A large portion of KHNS’s budget is hanging in the balance as Congress considers a Trump Administration request to take back over $1.1 billion of already approved funding for the Corporation for Public Broadcasting, or CPB.

The loss of those funds would be a “dagger in the heart” for the station, said general manager Kyle Clayton on Thursday.  Last year 36% of KHNS’s funding came from CPB, according to its website. 

“If these cuts happen it’s going to be bare-bones stuff,” Kyle Clayton said. “We’ll probably still have our DJs come in and do live hosted music shows, but in terms of public affairs, news, it’s going to be really impacted.”

In the short term, the station would be able to draw on what Clayton called a “rainy day fund.” But in the long run, Clayton said the station the station would be “completely different,” with major cuts to local programming without federal funding. 

CPB is an organization that distributes federal funding to NPR, PBS and local stations. It was established by Congress in 1967, in large part to insulate public media outlets from political influence by acting as an intermediary for funding. 

The Trump Administration in recent months has focused criticism of public media on national public broadcasting outlets, accusing NPR and PBS of “fueling left-wing propaganda.” An executive order attempting to cut CPB funding without congressional approval wrote that it was “highly inappropriate for taxpayers to be forced to subsidize biased, partisan content.” 

But Clayton emphasized that KHNS is not the same as NPR. While KHNS purchases and rebroadcasts some nationally produced shows, like NPR’s Morning Edition, it is run independently. It also broadcasts in-house programming and non-NPR syndicated content like the BBC World Service. 

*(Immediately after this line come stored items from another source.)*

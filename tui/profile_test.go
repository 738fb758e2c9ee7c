package tui

import (
	"math"
	"strings"
	"testing"

	"isofield/survey/pipeline"
)

// TestProfileClosedForm runs a profile along the readings' line y = 8 of
// the fixture, whose grid holds the closed form V = ρI/(2π√(r²+d²))
// (Telford et al. 1990, ch. 8) at its nodes: samples that fall on nodes
// must match it and its field along the line exactly, the chart's end
// columns must match the end samples, every reading of the line is marked
// with its gridded value, and the excluded one is left out (NaN).
func TestProfileClosedForm(t *testing.T) {
	m := readyModel(t, 80, 24, false)
	p := m.profile.Set(m.scene, &[2]float64{0, 8}, &[2]float64{40, 8})
	if p.prof == nil {
		t.Fatalf("no profile: %v", p.err)
	}
	onNode := 0
	for _, s := range p.prof.Samples {
		if math.Abs(s.Along*2-math.Round(s.Along*2)) > 1e-9 {
			continue // not on a node of the 0.5 m grid
		}
		onNode++
		v, gx, _ := fixPotential(s.X, s.Y)
		if math.Abs(s.V-v) > 1e-9*math.Abs(v) || math.Abs(s.EAlong+gx) > 1e-9*math.Max(math.Abs(gx), 1) {
			t.Errorf("at %g m: V %g E %g, want %g and %g", s.Along, s.V, s.EAlong, v, -gx)
		}
	}
	if onNode < 40 {
		t.Errorf("only %d samples on nodes", onNode)
	}
	first, last := p.prof.Samples[0], p.prof.Samples[len(p.prof.Samples)-1]
	if n := len(p.v); math.Abs(p.v[0]-first.V) > 1e-9 || math.Abs(p.v[n-1]-last.V) > 1e-9 {
		t.Errorf("chart ends %g, %g; samples %g, %g", p.v[0], p.v[n-1], first.V, last.V)
	}
	if len(p.prof.Readings) != 11 {
		t.Fatalf("%d readings marked, want the 11 of the line y = 8", len(p.prof.Readings))
	}
	for _, r := range p.prof.Readings {
		want := m.scene.res.QA.Corrected[r.Index]
		if r.Index == 30 { // excluded: not gridded
			want = math.NaN()
		}
		if !(r.V == want || math.IsNaN(r.V) && math.IsNaN(want)) {
			t.Errorf("reading %d marked at %g, want %g", r.Index, r.V, want)
		}
	}
	if row := p.tickRow(); strings.Count(row, "x") != 1 {
		t.Errorf("tick row %q, want the one excluded reading", row)
	}
}

// TestProfileMasked blanks the chart's columns over masked nodes.
func TestProfileMasked(t *testing.T) {
	m := readyModel(t, 80, 24, false)
	g := m.scene.res.Grid
	for j := range g.NY {
		for i := 60; i < g.NX; i++ { // x ≥ 30 m
			g.Mask[g.Index(i, j)] = true
		}
	}
	p := m.profile.Set(m.scene, &[2]float64{0, 10}, &[2]float64{40, 10})
	for c, s := range p.along {
		if masked := s >= 29.75; masked != math.IsNaN(p.v[c]) || masked != math.IsNaN(p.e[c]) {
			t.Errorf("column %d at %g m: V %g E %g, want blank iff nearest a masked node (x ≥ 29.75 m)", c, s, p.v[c], p.e[c])
		}
	}
}

// TestProfileFromModel checks that a real run's profile samples the fitted
// model and marks readings at the values they were gridded with.
func TestProfileFromModel(t *testing.T) {
	m := pipelineModel(t, pipeline.Config{Spacing: 0.5})
	m = m.resize(100, 30)
	p := m.profile.Set(m.scene, &[2]float64{0, 4}, &[2]float64{40, 4})
	if p.prof == nil {
		t.Fatalf("no profile: %v", p.err)
	}
	md := m.scene.res.Model
	for _, s := range p.prof.Samples {
		if v := md.Value(s.X, s.Y); s.V != v {
			t.Fatalf("sample at %g m: %g, model %g", s.Along, s.V, v)
		}
	}
	for _, r := range p.prof.Readings {
		if want := m.scene.res.Values[r.Index]; r.V != want && !math.IsNaN(want) {
			t.Errorf("reading %d marked at %g, gridded with %g", r.Index, r.V, want)
		}
	}
	if len(p.v) != p.chartWidth() {
		t.Errorf("%d columns resampled, chart has %d", len(p.v), p.chartWidth())
	}
}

And though Trump’s criticism has focused on the big outlets, Clayton said the funding cuts would instead hit the little ones, like KHNS. 

“(CPB funding) is a very small percentage of NPR’s budget,” Clayton said. “Cut CPB funding and NPR is going to keep going. But it’s really going to hit places like us.”

According to NPR, only about 1% of its annual budget comes directly from the CPB. An additional 30% comes from member stations like KHNS paying for NPR content, which includes some CPB funding. Through those member station payments, Trump’s proposed cuts will reach NPR’s revenue stream, but only after first hitting member stations. Of those member stations, not all will be affected equally.

Stations in large, urban markets are able to draw far more heavily on corporate donations and donations from a large listener base. For instance, CPB funding was just 4% of the budget for WNYC in New York City last year. 

Meanwhile, KHNS receives more than one-third of its funding from CPB. That’s exactly in line with the average for other public radio stations in Alaska, with some far more reliant. Two stations, in Unalakleet and the Pribilof Islands, receive almost the entirety of their funding from the CPB – over 90% – according to public financial documents. It’s not just an Alaska problem, either. Other mostly rural states like Montana and West Virginia are in similar situations, with average reliance on CPB funding statewide more than 30%. 

Opponents of the cuts argue that those potentially hard-hit rural stations serve essential purposes in their communities. U.S. Senator Lisa Murkowski published a guest column  last week in the Fairbanks Daily News-Miner opposing the cuts, writing that “not only would a large portion of Alaska communities lose their local programming, but warning systems for natural disasters, power outages, boil water advisories, and other alerts would be severely hampered.”

Clayton echoed that sentiment Thursday, saying KHNS provided services that couldn’t be found anywhere else. 

“You can go to the internet or a different news outlet,” Clayton said. “But what those other things don’t have are timely emergency broadcasts, community updates, public safety updates.”

KHNS operations manager Angie Pappas described sleeping at the station during the 2020 landslides so that the station would be ready to go on air or answer questions called in by listeners at any time. 

“It was a combination of actual civic information – [then mayor] Doug Olerud was live on the air – and also messages like, so-and-so says if you need a ride call him,” Pappas said of programming during the emergency.

As for news bias, Clayton said KHNS is making a concerted effort in its own programming to present balanced perspectives. That includes shows like Lynn Canal Voices and Question Corner, which feature new local voices each week. 

“On Lynn Canal Voices, we’ve done everything from free speech to the senior tax exemption question, bringing people on who were for and against it,” Clayton said. “These cuts are going to reduce our staff. You can’t do programs like Lynn Canal voice or public affairs reporting without staff.”

Will Steinfeld is a documentary photographer and reporter in Southeast Alaska, formerly in New England.